[Collected data]
+ + +

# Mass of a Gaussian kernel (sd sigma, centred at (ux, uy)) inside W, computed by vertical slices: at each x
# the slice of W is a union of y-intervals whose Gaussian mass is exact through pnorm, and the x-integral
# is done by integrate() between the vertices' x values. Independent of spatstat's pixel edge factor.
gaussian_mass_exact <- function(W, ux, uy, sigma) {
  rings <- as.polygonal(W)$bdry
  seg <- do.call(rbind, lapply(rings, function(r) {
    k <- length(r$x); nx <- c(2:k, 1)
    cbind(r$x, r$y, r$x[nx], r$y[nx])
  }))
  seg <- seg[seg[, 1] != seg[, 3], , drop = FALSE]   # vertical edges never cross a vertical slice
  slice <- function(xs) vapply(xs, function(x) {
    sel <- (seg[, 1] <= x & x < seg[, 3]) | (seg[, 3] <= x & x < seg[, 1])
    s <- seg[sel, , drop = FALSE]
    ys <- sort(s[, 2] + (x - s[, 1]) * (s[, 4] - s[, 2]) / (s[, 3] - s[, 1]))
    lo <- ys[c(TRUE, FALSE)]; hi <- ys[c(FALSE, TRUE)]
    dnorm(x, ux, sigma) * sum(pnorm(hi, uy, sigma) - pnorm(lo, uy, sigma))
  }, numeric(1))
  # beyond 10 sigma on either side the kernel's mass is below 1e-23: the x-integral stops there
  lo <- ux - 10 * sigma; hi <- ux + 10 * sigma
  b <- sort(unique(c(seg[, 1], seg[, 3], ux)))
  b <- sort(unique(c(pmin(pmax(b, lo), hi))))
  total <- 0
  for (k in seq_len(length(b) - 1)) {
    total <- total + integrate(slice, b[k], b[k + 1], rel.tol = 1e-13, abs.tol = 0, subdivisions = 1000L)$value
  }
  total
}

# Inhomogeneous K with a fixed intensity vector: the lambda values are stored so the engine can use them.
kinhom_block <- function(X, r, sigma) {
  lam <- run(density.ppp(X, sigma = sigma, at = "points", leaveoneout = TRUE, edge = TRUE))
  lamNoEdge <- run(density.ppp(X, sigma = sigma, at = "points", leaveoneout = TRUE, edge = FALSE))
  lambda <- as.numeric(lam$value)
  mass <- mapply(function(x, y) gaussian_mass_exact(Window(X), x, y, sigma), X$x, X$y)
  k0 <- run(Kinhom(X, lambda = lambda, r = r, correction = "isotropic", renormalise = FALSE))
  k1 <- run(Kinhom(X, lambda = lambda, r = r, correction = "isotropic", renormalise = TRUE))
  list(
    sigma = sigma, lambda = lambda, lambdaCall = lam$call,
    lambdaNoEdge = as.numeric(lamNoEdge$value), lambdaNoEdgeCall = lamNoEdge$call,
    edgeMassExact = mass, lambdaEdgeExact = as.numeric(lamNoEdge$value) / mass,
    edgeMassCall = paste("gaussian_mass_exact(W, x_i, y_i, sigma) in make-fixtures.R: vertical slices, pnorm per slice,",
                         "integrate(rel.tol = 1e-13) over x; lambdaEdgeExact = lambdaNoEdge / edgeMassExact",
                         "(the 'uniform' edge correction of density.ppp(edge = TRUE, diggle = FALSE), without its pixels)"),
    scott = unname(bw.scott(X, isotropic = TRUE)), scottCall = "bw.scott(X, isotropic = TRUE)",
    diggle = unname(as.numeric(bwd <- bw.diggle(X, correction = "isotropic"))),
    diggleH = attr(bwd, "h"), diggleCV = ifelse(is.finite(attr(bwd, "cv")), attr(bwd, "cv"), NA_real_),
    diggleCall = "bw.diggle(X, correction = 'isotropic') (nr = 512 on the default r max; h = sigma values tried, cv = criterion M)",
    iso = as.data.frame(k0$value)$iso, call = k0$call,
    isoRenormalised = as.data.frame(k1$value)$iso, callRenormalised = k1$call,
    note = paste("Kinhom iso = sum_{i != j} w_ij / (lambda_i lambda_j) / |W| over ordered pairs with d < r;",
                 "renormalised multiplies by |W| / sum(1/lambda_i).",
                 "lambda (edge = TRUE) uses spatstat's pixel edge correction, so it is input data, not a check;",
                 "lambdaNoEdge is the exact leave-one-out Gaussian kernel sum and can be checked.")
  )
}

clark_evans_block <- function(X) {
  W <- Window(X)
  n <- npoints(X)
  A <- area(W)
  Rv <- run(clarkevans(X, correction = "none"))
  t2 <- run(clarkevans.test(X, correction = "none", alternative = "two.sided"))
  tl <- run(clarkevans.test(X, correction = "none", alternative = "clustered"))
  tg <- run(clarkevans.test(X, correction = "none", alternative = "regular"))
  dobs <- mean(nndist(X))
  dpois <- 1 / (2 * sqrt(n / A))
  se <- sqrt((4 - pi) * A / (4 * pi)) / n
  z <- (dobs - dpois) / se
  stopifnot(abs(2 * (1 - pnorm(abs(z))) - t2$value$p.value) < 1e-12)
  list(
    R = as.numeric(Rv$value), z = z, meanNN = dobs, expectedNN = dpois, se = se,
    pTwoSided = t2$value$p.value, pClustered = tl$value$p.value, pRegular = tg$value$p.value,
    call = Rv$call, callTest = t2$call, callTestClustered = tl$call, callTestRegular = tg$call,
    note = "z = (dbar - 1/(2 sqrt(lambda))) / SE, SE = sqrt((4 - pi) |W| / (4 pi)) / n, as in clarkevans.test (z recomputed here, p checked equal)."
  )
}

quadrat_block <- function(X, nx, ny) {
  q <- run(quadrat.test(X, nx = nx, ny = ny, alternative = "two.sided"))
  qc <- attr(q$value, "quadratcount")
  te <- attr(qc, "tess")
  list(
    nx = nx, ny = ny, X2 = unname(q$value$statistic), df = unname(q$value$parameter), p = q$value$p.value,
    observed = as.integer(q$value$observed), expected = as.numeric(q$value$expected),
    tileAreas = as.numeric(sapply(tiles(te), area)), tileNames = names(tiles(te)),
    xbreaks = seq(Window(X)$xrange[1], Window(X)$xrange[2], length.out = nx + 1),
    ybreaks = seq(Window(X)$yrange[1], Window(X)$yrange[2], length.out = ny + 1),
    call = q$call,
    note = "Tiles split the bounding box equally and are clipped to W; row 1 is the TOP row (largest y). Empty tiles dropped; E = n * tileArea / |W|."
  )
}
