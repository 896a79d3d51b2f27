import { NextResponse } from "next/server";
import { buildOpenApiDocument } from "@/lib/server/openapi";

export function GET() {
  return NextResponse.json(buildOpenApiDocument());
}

+ + +

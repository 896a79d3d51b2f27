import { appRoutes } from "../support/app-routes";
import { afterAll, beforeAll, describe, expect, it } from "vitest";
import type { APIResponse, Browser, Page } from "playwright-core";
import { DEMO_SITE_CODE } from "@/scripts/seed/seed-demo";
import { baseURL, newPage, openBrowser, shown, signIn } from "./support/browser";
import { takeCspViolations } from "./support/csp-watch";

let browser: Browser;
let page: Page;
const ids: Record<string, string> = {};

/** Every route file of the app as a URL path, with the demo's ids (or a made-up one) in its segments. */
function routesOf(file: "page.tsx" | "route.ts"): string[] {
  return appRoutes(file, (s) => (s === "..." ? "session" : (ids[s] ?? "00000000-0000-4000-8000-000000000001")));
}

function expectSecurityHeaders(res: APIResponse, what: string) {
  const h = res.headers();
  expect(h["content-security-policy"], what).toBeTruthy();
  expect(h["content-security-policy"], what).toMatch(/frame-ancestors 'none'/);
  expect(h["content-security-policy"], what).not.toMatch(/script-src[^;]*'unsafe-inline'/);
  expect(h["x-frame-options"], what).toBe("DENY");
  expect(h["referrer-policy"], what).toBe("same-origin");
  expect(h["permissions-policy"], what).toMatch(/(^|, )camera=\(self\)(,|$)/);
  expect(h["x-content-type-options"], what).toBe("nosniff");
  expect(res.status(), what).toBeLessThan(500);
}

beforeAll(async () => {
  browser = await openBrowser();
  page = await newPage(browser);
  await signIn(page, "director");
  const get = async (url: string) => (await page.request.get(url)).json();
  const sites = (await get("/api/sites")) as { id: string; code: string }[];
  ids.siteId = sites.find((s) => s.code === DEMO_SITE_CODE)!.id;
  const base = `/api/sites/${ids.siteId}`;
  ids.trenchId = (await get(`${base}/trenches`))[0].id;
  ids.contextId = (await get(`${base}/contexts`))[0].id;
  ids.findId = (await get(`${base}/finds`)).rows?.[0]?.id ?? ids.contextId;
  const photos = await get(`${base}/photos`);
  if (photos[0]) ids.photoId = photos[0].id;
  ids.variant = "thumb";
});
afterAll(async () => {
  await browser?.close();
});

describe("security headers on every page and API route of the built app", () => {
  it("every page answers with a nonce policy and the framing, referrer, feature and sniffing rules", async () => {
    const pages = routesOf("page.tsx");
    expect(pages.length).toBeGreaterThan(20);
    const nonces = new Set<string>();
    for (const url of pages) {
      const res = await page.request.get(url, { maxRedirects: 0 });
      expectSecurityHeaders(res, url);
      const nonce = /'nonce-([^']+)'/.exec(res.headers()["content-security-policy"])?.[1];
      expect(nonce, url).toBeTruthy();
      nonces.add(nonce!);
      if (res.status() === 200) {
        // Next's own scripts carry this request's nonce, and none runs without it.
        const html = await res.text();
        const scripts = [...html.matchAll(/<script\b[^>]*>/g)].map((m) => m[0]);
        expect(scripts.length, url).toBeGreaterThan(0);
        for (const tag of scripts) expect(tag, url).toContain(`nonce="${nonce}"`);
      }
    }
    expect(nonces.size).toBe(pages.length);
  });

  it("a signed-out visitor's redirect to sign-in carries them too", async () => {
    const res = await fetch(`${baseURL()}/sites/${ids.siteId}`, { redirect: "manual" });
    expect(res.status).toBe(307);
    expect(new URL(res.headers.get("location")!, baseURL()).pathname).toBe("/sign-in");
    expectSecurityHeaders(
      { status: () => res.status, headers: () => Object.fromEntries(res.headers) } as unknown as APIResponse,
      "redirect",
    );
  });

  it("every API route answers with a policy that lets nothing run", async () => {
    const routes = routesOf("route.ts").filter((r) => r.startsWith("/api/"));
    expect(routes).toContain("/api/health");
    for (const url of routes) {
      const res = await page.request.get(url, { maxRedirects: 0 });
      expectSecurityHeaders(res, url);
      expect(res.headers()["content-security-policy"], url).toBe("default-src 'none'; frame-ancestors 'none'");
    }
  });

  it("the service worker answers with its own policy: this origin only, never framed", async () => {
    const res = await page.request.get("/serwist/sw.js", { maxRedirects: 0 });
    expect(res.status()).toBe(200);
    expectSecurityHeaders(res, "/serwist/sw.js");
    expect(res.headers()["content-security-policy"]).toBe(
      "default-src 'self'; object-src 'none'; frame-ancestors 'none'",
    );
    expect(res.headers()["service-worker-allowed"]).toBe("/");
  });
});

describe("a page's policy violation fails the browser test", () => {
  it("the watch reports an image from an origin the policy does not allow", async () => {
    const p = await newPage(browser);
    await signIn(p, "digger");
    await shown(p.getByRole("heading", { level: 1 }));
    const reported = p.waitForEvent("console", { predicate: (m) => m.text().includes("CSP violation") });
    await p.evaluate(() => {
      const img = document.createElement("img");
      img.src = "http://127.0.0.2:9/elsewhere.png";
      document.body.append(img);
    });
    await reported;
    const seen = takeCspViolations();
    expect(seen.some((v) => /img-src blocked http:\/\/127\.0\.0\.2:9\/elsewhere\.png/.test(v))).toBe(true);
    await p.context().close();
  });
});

+ + +

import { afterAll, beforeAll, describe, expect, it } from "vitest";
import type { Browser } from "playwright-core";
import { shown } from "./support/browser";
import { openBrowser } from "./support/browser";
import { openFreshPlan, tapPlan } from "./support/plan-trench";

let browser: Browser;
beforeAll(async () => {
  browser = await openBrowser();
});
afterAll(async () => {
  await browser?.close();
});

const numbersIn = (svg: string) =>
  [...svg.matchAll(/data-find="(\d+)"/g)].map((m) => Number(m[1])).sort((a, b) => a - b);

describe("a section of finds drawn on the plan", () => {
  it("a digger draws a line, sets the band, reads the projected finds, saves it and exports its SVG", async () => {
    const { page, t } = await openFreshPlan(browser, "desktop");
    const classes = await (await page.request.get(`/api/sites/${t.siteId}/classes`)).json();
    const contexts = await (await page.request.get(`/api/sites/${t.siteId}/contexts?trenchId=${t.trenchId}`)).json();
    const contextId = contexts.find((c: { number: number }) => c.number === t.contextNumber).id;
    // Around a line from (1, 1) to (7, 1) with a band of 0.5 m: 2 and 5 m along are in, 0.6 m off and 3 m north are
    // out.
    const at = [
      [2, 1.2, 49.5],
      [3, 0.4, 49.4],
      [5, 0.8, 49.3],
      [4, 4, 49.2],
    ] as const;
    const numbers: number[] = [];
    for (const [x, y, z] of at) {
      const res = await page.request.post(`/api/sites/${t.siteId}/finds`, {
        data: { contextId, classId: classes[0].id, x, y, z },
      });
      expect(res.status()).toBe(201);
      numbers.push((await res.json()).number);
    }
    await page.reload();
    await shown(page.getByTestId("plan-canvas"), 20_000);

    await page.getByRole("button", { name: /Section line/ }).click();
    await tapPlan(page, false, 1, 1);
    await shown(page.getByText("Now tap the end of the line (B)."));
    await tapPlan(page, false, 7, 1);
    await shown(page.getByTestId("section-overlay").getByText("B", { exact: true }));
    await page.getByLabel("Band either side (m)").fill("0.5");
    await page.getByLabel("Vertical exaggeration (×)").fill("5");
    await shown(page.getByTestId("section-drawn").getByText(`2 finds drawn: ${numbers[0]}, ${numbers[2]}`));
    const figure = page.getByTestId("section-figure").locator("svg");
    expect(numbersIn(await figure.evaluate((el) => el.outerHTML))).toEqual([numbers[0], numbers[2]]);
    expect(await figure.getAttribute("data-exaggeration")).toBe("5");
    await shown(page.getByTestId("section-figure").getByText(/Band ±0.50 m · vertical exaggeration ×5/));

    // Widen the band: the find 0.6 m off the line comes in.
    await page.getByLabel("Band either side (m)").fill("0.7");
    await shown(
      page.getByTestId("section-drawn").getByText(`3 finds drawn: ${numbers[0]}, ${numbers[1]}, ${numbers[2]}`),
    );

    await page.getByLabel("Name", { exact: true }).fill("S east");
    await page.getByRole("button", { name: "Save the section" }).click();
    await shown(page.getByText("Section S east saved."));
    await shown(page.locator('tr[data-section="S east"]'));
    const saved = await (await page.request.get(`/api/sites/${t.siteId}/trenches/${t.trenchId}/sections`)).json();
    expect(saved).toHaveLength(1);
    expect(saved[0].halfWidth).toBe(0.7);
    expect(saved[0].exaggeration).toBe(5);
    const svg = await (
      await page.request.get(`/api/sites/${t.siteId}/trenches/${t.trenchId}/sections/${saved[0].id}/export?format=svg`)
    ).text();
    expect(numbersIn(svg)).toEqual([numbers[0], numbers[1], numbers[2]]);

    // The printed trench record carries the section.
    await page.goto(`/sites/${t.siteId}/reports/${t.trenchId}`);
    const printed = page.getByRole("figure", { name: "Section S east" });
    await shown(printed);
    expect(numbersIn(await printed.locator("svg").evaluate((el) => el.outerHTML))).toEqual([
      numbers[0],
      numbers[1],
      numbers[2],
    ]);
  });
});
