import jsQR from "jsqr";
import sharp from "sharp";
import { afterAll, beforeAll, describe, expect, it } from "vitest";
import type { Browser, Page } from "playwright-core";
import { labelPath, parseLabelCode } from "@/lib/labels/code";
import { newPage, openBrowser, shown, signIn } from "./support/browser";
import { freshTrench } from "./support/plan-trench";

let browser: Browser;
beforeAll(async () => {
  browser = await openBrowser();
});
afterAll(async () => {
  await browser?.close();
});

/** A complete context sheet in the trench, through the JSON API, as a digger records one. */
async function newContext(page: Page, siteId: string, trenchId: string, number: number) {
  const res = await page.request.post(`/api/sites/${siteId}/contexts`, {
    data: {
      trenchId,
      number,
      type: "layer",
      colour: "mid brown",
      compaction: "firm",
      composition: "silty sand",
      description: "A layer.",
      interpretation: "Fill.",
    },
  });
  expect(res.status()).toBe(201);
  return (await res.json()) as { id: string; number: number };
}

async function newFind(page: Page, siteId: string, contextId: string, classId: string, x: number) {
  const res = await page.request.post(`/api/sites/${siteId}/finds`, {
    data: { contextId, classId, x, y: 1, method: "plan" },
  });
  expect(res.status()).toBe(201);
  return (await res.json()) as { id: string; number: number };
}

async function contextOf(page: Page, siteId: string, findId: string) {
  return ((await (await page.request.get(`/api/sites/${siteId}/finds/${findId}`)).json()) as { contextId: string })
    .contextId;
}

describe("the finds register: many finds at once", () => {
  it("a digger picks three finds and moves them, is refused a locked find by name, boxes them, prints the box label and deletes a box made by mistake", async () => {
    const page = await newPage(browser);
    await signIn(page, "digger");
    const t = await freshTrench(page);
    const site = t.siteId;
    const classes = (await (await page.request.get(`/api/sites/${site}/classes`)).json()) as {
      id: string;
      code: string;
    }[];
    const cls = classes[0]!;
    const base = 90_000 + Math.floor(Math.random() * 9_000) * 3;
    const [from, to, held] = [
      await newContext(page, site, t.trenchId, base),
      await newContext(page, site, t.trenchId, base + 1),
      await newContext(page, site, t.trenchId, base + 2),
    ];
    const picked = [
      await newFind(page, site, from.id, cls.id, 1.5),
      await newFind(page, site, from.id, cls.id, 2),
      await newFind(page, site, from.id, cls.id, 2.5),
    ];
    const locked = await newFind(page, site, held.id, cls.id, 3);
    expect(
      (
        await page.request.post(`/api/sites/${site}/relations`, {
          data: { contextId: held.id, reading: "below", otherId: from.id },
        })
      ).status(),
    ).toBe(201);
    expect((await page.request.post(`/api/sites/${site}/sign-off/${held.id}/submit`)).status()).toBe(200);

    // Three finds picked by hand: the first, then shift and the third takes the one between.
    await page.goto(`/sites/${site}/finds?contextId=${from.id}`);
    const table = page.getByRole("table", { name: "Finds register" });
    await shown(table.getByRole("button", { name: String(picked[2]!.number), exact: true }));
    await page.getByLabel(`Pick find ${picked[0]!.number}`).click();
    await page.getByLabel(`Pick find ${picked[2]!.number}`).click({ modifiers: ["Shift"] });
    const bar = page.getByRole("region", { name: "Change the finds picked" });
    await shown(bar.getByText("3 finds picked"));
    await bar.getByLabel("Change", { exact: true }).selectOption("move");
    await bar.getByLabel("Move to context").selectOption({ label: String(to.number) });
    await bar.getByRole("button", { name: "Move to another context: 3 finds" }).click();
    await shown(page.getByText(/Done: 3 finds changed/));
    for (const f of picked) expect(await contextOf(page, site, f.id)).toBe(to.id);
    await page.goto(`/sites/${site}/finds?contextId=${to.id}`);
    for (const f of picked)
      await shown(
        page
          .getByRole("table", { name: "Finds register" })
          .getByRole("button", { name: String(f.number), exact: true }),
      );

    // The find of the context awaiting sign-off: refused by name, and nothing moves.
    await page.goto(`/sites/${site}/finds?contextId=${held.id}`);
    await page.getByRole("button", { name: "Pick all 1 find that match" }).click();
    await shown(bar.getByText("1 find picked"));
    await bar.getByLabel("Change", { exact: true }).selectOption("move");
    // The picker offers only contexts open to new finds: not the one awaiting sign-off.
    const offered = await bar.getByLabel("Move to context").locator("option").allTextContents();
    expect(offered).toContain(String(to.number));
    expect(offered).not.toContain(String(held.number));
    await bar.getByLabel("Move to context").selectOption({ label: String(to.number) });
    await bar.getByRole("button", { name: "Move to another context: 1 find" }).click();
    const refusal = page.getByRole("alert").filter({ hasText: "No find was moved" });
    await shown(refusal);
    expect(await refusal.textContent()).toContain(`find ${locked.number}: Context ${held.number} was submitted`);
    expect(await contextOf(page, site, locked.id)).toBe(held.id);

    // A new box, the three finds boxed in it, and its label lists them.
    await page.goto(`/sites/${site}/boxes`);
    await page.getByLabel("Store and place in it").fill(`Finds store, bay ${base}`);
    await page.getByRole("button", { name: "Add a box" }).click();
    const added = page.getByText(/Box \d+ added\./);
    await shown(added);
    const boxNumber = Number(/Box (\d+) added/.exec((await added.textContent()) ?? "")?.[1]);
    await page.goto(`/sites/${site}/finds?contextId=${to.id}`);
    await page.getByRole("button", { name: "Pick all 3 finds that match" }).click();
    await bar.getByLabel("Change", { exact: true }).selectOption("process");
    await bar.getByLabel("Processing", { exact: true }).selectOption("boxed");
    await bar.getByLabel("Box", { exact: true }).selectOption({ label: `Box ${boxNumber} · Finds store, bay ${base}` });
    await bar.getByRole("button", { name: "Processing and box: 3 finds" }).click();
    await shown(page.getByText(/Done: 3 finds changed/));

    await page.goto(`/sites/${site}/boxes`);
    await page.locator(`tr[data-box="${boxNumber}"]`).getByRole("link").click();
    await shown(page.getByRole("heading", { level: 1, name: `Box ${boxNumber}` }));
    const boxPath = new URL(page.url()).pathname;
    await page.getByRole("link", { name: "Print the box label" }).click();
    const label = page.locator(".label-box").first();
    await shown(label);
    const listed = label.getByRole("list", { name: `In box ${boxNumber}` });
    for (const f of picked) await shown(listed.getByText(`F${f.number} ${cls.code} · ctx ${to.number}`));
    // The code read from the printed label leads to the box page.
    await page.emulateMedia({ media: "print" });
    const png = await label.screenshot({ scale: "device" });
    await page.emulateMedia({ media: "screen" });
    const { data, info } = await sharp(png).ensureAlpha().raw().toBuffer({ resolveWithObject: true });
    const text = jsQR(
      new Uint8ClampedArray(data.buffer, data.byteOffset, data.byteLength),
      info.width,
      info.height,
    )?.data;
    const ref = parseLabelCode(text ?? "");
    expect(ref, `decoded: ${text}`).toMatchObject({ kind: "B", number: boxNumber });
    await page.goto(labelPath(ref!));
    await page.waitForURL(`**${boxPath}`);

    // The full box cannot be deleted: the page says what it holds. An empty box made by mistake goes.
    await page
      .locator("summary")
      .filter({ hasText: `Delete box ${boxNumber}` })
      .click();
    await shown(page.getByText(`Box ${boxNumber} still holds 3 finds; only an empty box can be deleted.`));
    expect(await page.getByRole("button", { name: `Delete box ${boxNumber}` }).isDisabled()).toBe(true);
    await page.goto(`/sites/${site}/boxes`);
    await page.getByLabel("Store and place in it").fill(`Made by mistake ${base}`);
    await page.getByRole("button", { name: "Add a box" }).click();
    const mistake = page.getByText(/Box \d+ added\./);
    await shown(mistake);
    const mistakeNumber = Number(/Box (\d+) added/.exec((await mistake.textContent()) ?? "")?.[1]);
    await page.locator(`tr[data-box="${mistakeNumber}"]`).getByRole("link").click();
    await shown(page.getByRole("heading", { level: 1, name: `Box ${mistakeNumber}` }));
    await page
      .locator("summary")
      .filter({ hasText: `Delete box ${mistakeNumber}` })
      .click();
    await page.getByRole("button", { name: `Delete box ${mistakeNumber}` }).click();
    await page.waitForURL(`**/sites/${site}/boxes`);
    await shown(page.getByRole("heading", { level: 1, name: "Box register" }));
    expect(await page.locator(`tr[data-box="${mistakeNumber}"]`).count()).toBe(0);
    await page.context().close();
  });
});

+ + +

EXERCISE BRIEF: Among the entries above, copy exactly only the lines starting with the one containing "# Mass of a" and going through the one containing "lambda <- as.numeric(lam$value)", both ends included.

SOLUTION:
# Mass of a Gaussian kernel (sd sigma, centred at (ux, uy)) inside W, computed by vertical slices: at each x
# the slice of W is a union of y-intervals whose Gaussian mass is exact through pnorm, and the x-integral
# is done by integrate() between the vertices' x values. Independent of spatstat's pixel edge factor.
gaussian_mass_exact <- function(W, ux, uy, sigma) {
  rings <- as.polygonal(W)$bdry
  seg <- do.call(rbind, lapply(rings, function(r) {
    k <- length(r$x); nx <- c(2:k, 1)
    cbind(r$x, r$y, r$x[nx], r$y[nx])
  }))
  seg <- seg[seg[, 1] != seg[, 3], , drop = FALSE]   # vertical edges never cross a vertical slice
  slice <- function(xs) vapply(xs, function(x) {
    sel <- (seg[, 1] <= x & x < seg[, 3]) | (seg[, 3] <= x & x < seg[, 1])
    s <- seg[sel, , drop = FALSE]
    ys <- sort(s[, 2] + (x - s[, 1]) * (s[, 4] - s[, 2]) / (s[, 3] - s[, 1]))
    lo <- ys[c(TRUE, FALSE)]; hi <- ys[c(FALSE, TRUE)]
    dnorm(x, ux, sigma) * sum(pnorm(hi, uy, sigma) - pnorm(lo, uy, sigma))
  }, numeric(1))
  # beyond 10 sigma on either side the kernel's mass is below 1e-23: the x-integral stops there
  lo <- ux - 10 * sigma; hi <- ux + 10 * sigma
  b <- sort(unique(c(seg[, 1], seg[, 3], ux)))
  b <- sort(unique(c(pmin(pmax(b, lo), hi))))
  total <- 0
  for (k in seq_len(length(b) - 1)) {
    total <- total + integrate(slice, b[k], b[k + 1], rel.tol = 1e-13, abs.tol = 0, subdivisions = 1000L)$value
  }
  total
}

# Inhomogeneous K with a fixed intensity vector: the lambda values are stored so the engine can use them.
kinhom_block <- function(X, r, sigma) {
  lam <- run(density.ppp(X, sigma = sigma, at = "points", leaveoneout = TRUE, edge = TRUE))
  lamNoEdge <- run(density.ppp(X, sigma = sigma, at = "points", leaveoneout = TRUE, edge = FALSE))
  lambda <- as.numeric(lam$value)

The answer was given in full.